North Carolina Insurance Commissioner Jim Long announced that in an effort to show support for our nation’s active military, the Department of Insurance has urged insurance companies to show lenience to Reservists, members of the National Guard and their families.
In a memo, Long asked all North Carolina insurers to understand the extenuating circumstances faced by troops called away to serve in the Persian Gulf.
“I am asking the insurance industry to answer the call to support our troops and their families,” Long said. “I am asking all insurers in this state to take all steps within their power to minimize any insurance difficulties encountered by Reservists, Guard members and their families as a result of deployment.”
Long also requested that companies extend grace periods for payment of premiums and to show leniency in the enforcement of policy lapse provisions. He encouraged insurers to establish consumer help programs designed to assist military families with their special circumstances.
“While the DOI cannot force these companies to reach out to our troops in this time of need, we can certainly encourage them to do so,” Long said. “Being called to war presents a unique set of circumstances, not the least of which is a new financial burden felt by family members left behind.
“Whether you support the war or not, it is simply un-American not to support our troops. I know the insurance companies of North Carolina agree with me, and I feel certain they will go the extra mile for our brave men and women in the Reserves and National Guard.
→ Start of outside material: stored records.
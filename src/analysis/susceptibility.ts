/**
 * Magnetic susceptibility χ(T) and effective moment μ_eff(T) of dⁿ in a cubic field with
 * spin–orbit coupling, from every computed state: the Zeeman operator μ_z = −μ_B(k·L_z + g·S_z)
 * in the eigenbasis and the second derivative of the free energy in the field,
 *   χ = N Σ_{i,j} |⟨i|μ_z|j⟩|² (w_i − w_j)/(E_j − E_i),   with w_i/kT where E_i = E_j,
 * which is Van Vleck's formula (Van Vleck, The Theory of Electric and Magnetic Susceptibilities,
 * 1932, ch. 7) written so that near-degenerate pairs pass smoothly into the first-order term.
 * A cubic ion is magnetically isotropic, so χ_zz is χ; μ_eff = √(3kTχ/Nμ_B²).
 */

import { DEFAULT_GEOMETRY } from '../core/defaults.js';
import { ensure } from '../core/errors.js';
import { type CubicInput, checkCubicInput } from '../field/cubic.js';
import { checkZeta } from '../field/spinOrbit.js';
import { spinOrbitStates } from '../field/spinOrbitSolver.js';
import { congruence } from '../numeric/eigen.js';

/** Boltzmann's constant in cm⁻¹ K⁻¹ (CODATA 2018, k/hc). */
export const BOLTZMANN_CM = 0.6950348;

/** N_Aμ_B²/3k in cm³ K mol⁻¹ (CODATA 2018 values, cgs-emu): χ_mol·T = CURIE_CONSTANT · μ_eff². */
export const CURIE_CONSTANT = 0.1250494;

/** The spin g factor of the Zeeman term unless given: 2, as in the spin-only formula and Kotani's theory (the free electron has 2.0023). */
export const DEFAULT_SPIN_G = 2;

/** The orbital reduction factor k unless given: 1, the ionic limit. */
export const DEFAULT_ORBITAL_REDUCTION = 1;

/** Lowest and highest temperature accepted, K. */
export const MIN_TEMPERATURE = 0.1;
export const MAX_TEMPERATURE = 10000;

/** Input of {@link susceptibility}. Energies in cm⁻¹, temperatures in K. */
export interface SusceptibilityInput extends CubicInput {
  /** Spin–orbit ζ (reduce it yourself for covalency: ζ = k′ζ_free-ion). */
  readonly zeta: number;
  /** Orbital reduction factor k on L in the Zeeman term, 0…1. @default DEFAULT_ORBITAL_REDUCTION (1) */
  readonly k?: number;
  /** Spin g factor. @default DEFAULT_SPIN_G (2) */
  readonly g?: number;
  /** Temperatures, K, each MIN_TEMPERATURE…MAX_TEMPERATURE. */
  readonly temperatures: readonly number[];
}

/** The magnetism at one temperature. */
export interface MomentPoint {
  /** K. */
  readonly T: number;
  /** Molar susceptibility, cm³ mol⁻¹ (cgs-emu; ×4π·10⁻⁶ for m³ mol⁻¹). */
  readonly chi: number;
  /** χT, cm³ K mol⁻¹. */
  readonly chiT: number;
  /** μ_eff in Bohr magnetons. */
  readonly muEff: number;
}

/** One block's levels (relative to the ground) and squared Zeeman elements. */
interface ZeemanBlock {
  readonly weight: number;
  readonly energies: Float64Array;
  /** |⟨i|k·L_z + g·S_z|j⟩|², row-major. */
  readonly squared: Float64Array;
}

/**
 * χ, χT and μ_eff of dⁿ at each temperature, from all states of the full Hamiltonian (repulsion,
 * cubic field, spin–orbit coupling) with the Zeeman term along a fourfold axis.
 * @throws InputError for bad n, Dq, B, C, ζ, k, g or temperature.
 */
export function susceptibility(input: SusceptibilityInput): MomentPoint[] {
  const { n, geometry = DEFAULT_GEOMETRY, dq, B, C, zeta, temperatures } = input;
  const k = input.k ?? DEFAULT_ORBITAL_REDUCTION;
  const g = input.g ?? DEFAULT_SPIN_G;
  checkCubicInput(input);
  checkZeta(zeta);
  ensure(Number.isFinite(k) && k >= 0 && k <= 1, `orbital reduction k = ${k}: expected a number from 0 to 1`);
  ensure(Number.isFinite(g) && g >= 1.5 && g <= 2.5, `spin g = ${g}: expected a number from 1.5 to 2.5`);
  for (const T of temperatures) {
    ensure(
      Number.isFinite(T) && T >= MIN_TEMPERATURE && T <= MAX_TEMPERATURE,
      `temperature ${T} K: expected ${MIN_TEMPERATURE} to ${MAX_TEMPERATURE} K`,
    );
  }
  const blocks = zeemanBlocks(n, geometry === 'oct' ? dq : -dq, B, C, zeta, k, g);
  return temperatures.map((T) => momentAt(blocks, T));
}

function zeemanBlocks(
  n: number,
  dqOct: number,
  B: number,
  C: number,
  zeta: number,
  k: number,
  g: number,
): ZeemanBlock[] {
  const { blocks, eigs } = spinOrbitStates(n, dqOct, B, C, zeta);
  let zero = Number.POSITIVE_INFINITY;
  for (const e of eigs) zero = Math.min(zero, e.values[0] ?? zero);
  return blocks.map((b, bi) => {
    const eig = eigs[bi];
    if (!eig) throw new Error('missing block eigenvectors');
    const m = eig.size;
    const zeeman = new Float64Array(m * m);
    for (let i = 0; i < m; i++) zeeman[i * m + i] = k * (b.ML[i] as number) + g * (b.MS[i] as number);
    const inEigenbasis = congruence(eig.vectors, zeeman, m);
    return {
      weight: b.weight,
      energies: Float64Array.from(eig.values, (v) => v - zero),
      squared: inEigenbasis.map((x) => x * x),
    };
  });
}

/** (1 − e^{−x})/x for x ≥ 0, 1 at 0, without cancellation. */
function relaxation(x: number): number {
  return x < 1e-12 ? 1 : -Math.expm1(-x) / x;
}

function momentAt(blocks: readonly ZeemanBlock[], T: number): MomentPoint {
  const beta = 1 / (BOLTZMANN_CM * T);
  let partition = 0;
  let sum = 0;
  for (const { weight, energies, squared } of blocks) {
    const m = energies.length;
    const boltzmann = Float64Array.from(energies, (e) => Math.exp(-beta * e));
    for (let i = 0; i < m; i++) {
      partition += weight * (boltzmann[i] as number);
      sum += weight * (squared[i * m + i] as number) * (boltzmann[i] as number) * beta;
      for (let j = i + 1; j < m; j++) {
        const ei = energies[i] as number;
        const ej = energies[j] as number;
        const low = ei <= ej ? i : j;
        // Each unordered pair counts twice: (i, j) and (j, i) give the same term.
        sum +=
          2 *
          weight *
          (squared[i * m + j] as number) *
          (boltzmann[low] as number) *
          beta *
          relaxation(beta * Math.abs(ej - ei));
      }
    }
  }
  // χ_zz per ion in μ_B²/cm⁻¹; μ_eff² = 3kT·χ_zz.
  const muSquared = (3 * (sum / partition)) / beta;
  const chiT = CURIE_CONSTANT * muSquared;
  return { T, chi: chiT / T, chiT, muEff: Math.sqrt(muSquared) };
}
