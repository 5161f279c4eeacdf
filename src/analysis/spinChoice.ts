/**
 * Which dⁿ ions can change their ground-state spin as the ligand field grows: the rule that
 * decides whether a spin-crossover question has an answer at all.
 */

import type { Geometry } from '../core/geometry.js';

/**
 * Whether the ground state of dⁿ can change spin as Δ grows: d⁴–d⁷ in Oh, d³–d⁶ in Td (the
 * one-electron filling of t₂g/e_g, resp. e/t₂, offers two arrangements only there).
 */
export function hasSpinChoice(n: number, geometry: Geometry): boolean {
  return geometry === 'oct' ? n >= 4 && n <= 7 : n >= 3 && n <= 6;
}
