/**
 * Where the ground state of dⁿ changes its spin as Dq grows (high-spin → low-spin): each change
 * found on a scan of the ground spin (eigenvalues alone) and then pinned down as a root of
 * E(lowest of one spin) − E(lowest of the other), from the exact eigenvalues of the symmetry blocks
 * at every step (the full solver labels the two ground states).
 *
 * The scan gives the ground spin at every point of its grid, but solves only the two ends, and
 * between two solved points, where it cannot prove the spin unchanged, the midpoint, then each half
 * again: the lowest level of each spin is a concave function of Dq (the least eigenvalue of a
 * matrix affine in Dq), so it lies above its chord and below the extended chords of its
 * neighbouring intervals (or the steepest slope any level has, where there is no neighbour); where
 * the ground spin's upper bound stays below every other spin's lower bound, no grid point between
 * has another ground spin. The result is that of the full scan; a d⁶ scan of 240 points solves 11.
 */

import { DEFAULT_GEOMETRY } from '../core/defaults.js';
import { ensure } from '../core/errors.js';
import { cubicLevels, lowestBySpin } from '../field/cubic.js';
import type { Geometry } from '../field/labels.js';
import { brentRoot } from '../numeric/roots.js';

/** One change of ground-state spin. */
export interface GroundCrossing {
  /** Dq at the change, cm⁻¹ (positive; Δ = 10Dq). */
  readonly dq: number;
  /** Δ/B = 10Dq/B at the change. */
  readonly deltaOverB: number;
  /** Ground-state label just below the change (smaller Dq), e.g. `5T2g`. */
  readonly from: string;
  /** Ground-state label just above it, e.g. `1A1g(I)`. */
  readonly to: string;
  /** Plain ²ˢ⁺¹Γ of {@link from}, without the parent term, e.g. `5T2g`. */
  readonly fromSymbol: string;
  /** Plain ²ˢ⁺¹Γ of {@link to}, e.g. `1A1g`. */
  readonly toSymbol: string;
  readonly fromS: number;
  readonly toS: number;
}

/** Input of {@link groundStateCrossings}. */
export interface CrossingInput {
  readonly n: number;
  /** @default DEFAULT_GEOMETRY ('oct') */
  readonly geometry?: Geometry;
  readonly B: number;
  readonly C: number;
  /** Largest Δ/B scanned. @default 60 */
  readonly maxDeltaOverB?: number;
  /** Scan points before refinement (a change between two points is never missed unless two changes fall between them). @default 240 */
  readonly scanPoints?: number;
  /** Absolute tolerance of the root in Dq, cm⁻¹. @default 1e-7 */
  readonly dqTolerance?: number;
}

/** Defaults of {@link CrossingInput}. */
export const CROSSING_DEFAULTS = { maxDeltaOverB: 60, scanPoints: 240, dqTolerance: 1e-7 } as const;

/**
 * Every change of ground-state spin for 0 < Δ/B ≤ maxDeltaOverB, in order of Dq.
 * Empty for dⁿ without one in that range (d¹–d³, d⁸, d⁹; and in Td for real B).
 */
export function groundStateCrossings(input: CrossingInput): GroundCrossing[] {
  const { n, geometry = DEFAULT_GEOMETRY, B, C } = input;
  const maxDeltaOverB = input.maxDeltaOverB ?? CROSSING_DEFAULTS.maxDeltaOverB;
  const scanPoints = input.scanPoints ?? CROSSING_DEFAULTS.scanPoints;
  const dqTolerance = input.dqTolerance ?? CROSSING_DEFAULTS.dqTolerance;
  ensure(
    Number.isInteger(n) && n >= 1 && n <= 9,
    `d-electron count ${n}: expected a whole number from 1 to 9`,
  );
  ensure(Number.isFinite(B) && B > 0, `Racah B = ${B}: expected a positive number of cm⁻¹`);
  ensure(Number.isFinite(C) && C >= 0, `Racah C = ${C}: expected a non-negative number of cm⁻¹`);
  ensure(maxDeltaOverB > 0, `largest Δ/B ${maxDeltaOverB}: expected a positive number`);
  ensure(
    Number.isInteger(scanPoints) && scanPoints >= 2,
    `scan points ${scanPoints}: expected a whole number ≥ 2`,
  );
  const sign = geometry === 'oct' ? 1 : -1;
  // Energies and labels are all the search needs: eigenvalues only.
  const solve = (dq: number) => cubicLevels(n, sign * dq, B, C, geometry, false);
  const maxDq = (maxDeltaOverB * B) / 10;
  const spins = groundSpins(n, sign, B, C, maxDq, scanPoints);
  const out: GroundCrossing[] = [];
  let prevDq = 0;
  let prevS = spins[0];
  for (let i = 1; i <= scanPoints; i++) {
    const dq = (maxDq * i) / scanPoints;
    // The scan watches the ground spin only; the full solver labels the ends.
    const curS = spins[i];
    if (curS !== prevS) {
      const prev = solve(prevDq);
      const cur = solve(dq);
      const sLow = prev.ground.S;
      const sHigh = cur.ground.S;
      // The root needs the lowest level of two spins only: eigenvalues of the blocks, no labels.
      const low = new Float64Array(SPIN_SLOTS);
      const root = brentRoot(
        (x) => {
          lowestBySpin(n, sign * x, B, C, low, [sLow, sHigh]);
          return (low[2 * sLow] as number) - (low[2 * sHigh] as number);
        },
        prevDq,
        dq,
        { xTolerance: dqTolerance },
      );
      out.push({
        dq: root,
        deltaOverB: (10 * root) / B,
        from: prev.ground.label,
        to: cur.ground.label,
        fromSymbol: prev.ground.symbol,
        toSymbol: cur.ground.symbol,
        fromS: sLow,
        toS: sHigh,
      });
    }
    prevDq = dq;
    prevS = curS;
  }
  return out;
}

/** Spins 0…5/2 in `lowestBySpin`'s table (index 2S). */
const SPIN_SLOTS = 6;

/**
 * The ground spin at Dq = maxDq·i/points, i = 0…points (the same numbers as {@link groundSpin} at
 * each point), solving the two ends, and between two solved points, where the bounds leave a
 * doubt, the midpoint, then each half again. `sign` is +1 in an octahedral field, −1 in a
 * tetrahedral one.
 */
export function groundSpins(
  n: number,
  sign: number,
  B: number,
  C: number,
  maxDq: number,
  points: number,
): number[] {
  const dqAt = (i: number) => (maxDq * i) / points;
  const spins = new Array<number>(points + 1);
  const lows = new Map<number, Float64Array>();
  const solveAt = (i: number) => {
    const low = new Float64Array(SPIN_SLOTS);
    const S = lowestBySpin(n, sign * dqAt(i), B, C, low);
    lows.set(i, low);
    spins[i] = S;
  };
  solveAt(0);
  solveAt(points);
  // The largest |∂E/∂Dq| of any level: the e-set count b = 0…min(n, 4) gives −4(n − b) + 6b.
  const steepest = Math.max(4 * n, 6 * Math.min(n, 4) - 4 * (n - Math.min(n, 4)));
  const bounds: Bounds = { lows, dqAt, steepest };
  // Settles the grid points strictly between a and b; left and right are solved points outside.
  const settle = (left: number | undefined, a: number, b: number, right: number | undefined): void => {
    if (b - a < 2) return;
    const S = spins[a] as number;
    if (S === spins[b] && unchangedBetween(S, [left, a, b, right], bounds)) {
      for (let i = a + 1; i < b; i++) spins[i] = S;
      return;
    }
    const mid = Math.floor((a + b) / 2);
    solveAt(mid);
    settle(left, a, mid, b);
    settle(a, mid, b, right);
  };
  settle(undefined, 0, points, undefined);
  return spins as number[];
}

/** What the bounds of {@link unchangedBetween} read: the solved points' lowest levels by spin. */
interface Bounds {
  readonly lows: ReadonlyMap<number, Float64Array>;
  readonly dqAt: (i: number) => number;
  readonly steepest: number;
}

/**
 * Whether the lowest level of spin S stays below every other spin's lowest level between solved
 * grid points a and b (with a margin for rounding): S's upper bound there is the lesser of its
 * chords extended from the solved points `left` and `right` outside (or of the steepest slope
 * where there is none), the others' lower bound their chord; both piecewise linear, so compared
 * at the ends and at the upper bound's corner.
 */
function unchangedBetween(
  S: number,
  [left, a, b, right]: readonly [number | undefined, number, number, number | undefined],
  { lows, dqAt, steepest }: Bounds,
): boolean {
  const f = (i: number, slot: number) => (lows.get(i) as Float64Array)[slot] as number;
  const own = 2 * S;
  const xa = dqAt(a);
  const xb = dqAt(b);
  const fa = f(a, own);
  const fb = f(b, own);
  // Concave: slope right of a ≤ the chord slope left of a; slope left of b ≥ the chord slope right of b.
  const slopeA = left !== undefined ? (fa - f(left, own)) / (xa - dqAt(left)) : steepest;
  const slopeB = right !== undefined ? (f(right, own) - fb) / (dqAt(right) - xb) : -steepest;
  const upper = (t: number) => Math.min(fa + slopeA * (t - xa), fb + slopeB * (t - xb));
  const corner = slopeA !== slopeB ? (fb - fa + slopeA * xa - slopeB * xb) / (slopeA - slopeB) : xa;
  const at = [xa, xb, ...(corner > xa && corner < xb ? [corner] : [])];
  const margin = 1e-9 * (Math.abs(fa) + Math.abs(fb) + 1);
  for (let slot = 0; slot < SPIN_SLOTS; slot++) {
    if (slot === own) continue;
    const ga = f(a, slot);
    const gb = f(b, slot);
    if (ga === Number.POSITIVE_INFINITY) continue;
    const lower = (t: number) => ga + ((gb - ga) * (t - xa)) / (xb - xa);
    if (at.some((t) => lower(t) - upper(t) <= margin)) return false;
  }
  return true;
}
This is the least we can do for those who risk their lives to defend our country.”
Long also asked his staff to go easy on members of the military during this time of war. He instructed the Department’s Agent Services Division to waive continuing education requirements for licensee regulated by the Department—including insurance agents, bail bondsmen and bail runners—deployed to the Middle East. Licensure regulations require licensees to complete a certain number of hours of continuing education (CE) courses every year. The failure to complete CE course within the year prevents an applicant from renewing his or her license.
This waiver will only be extended to active military and will remain in effect only for the licensed year during which the agent or bondsman is overseas. Upon return to the U.S. and to civilian life, the licensee will be required to meet CE requirements beginning in the next licensed year. License-holders taking advantage of this gesture are asked to notify the Department before deployment if at all possible and will be required to provide proof of deployment upon return before the CE requirements can be waived.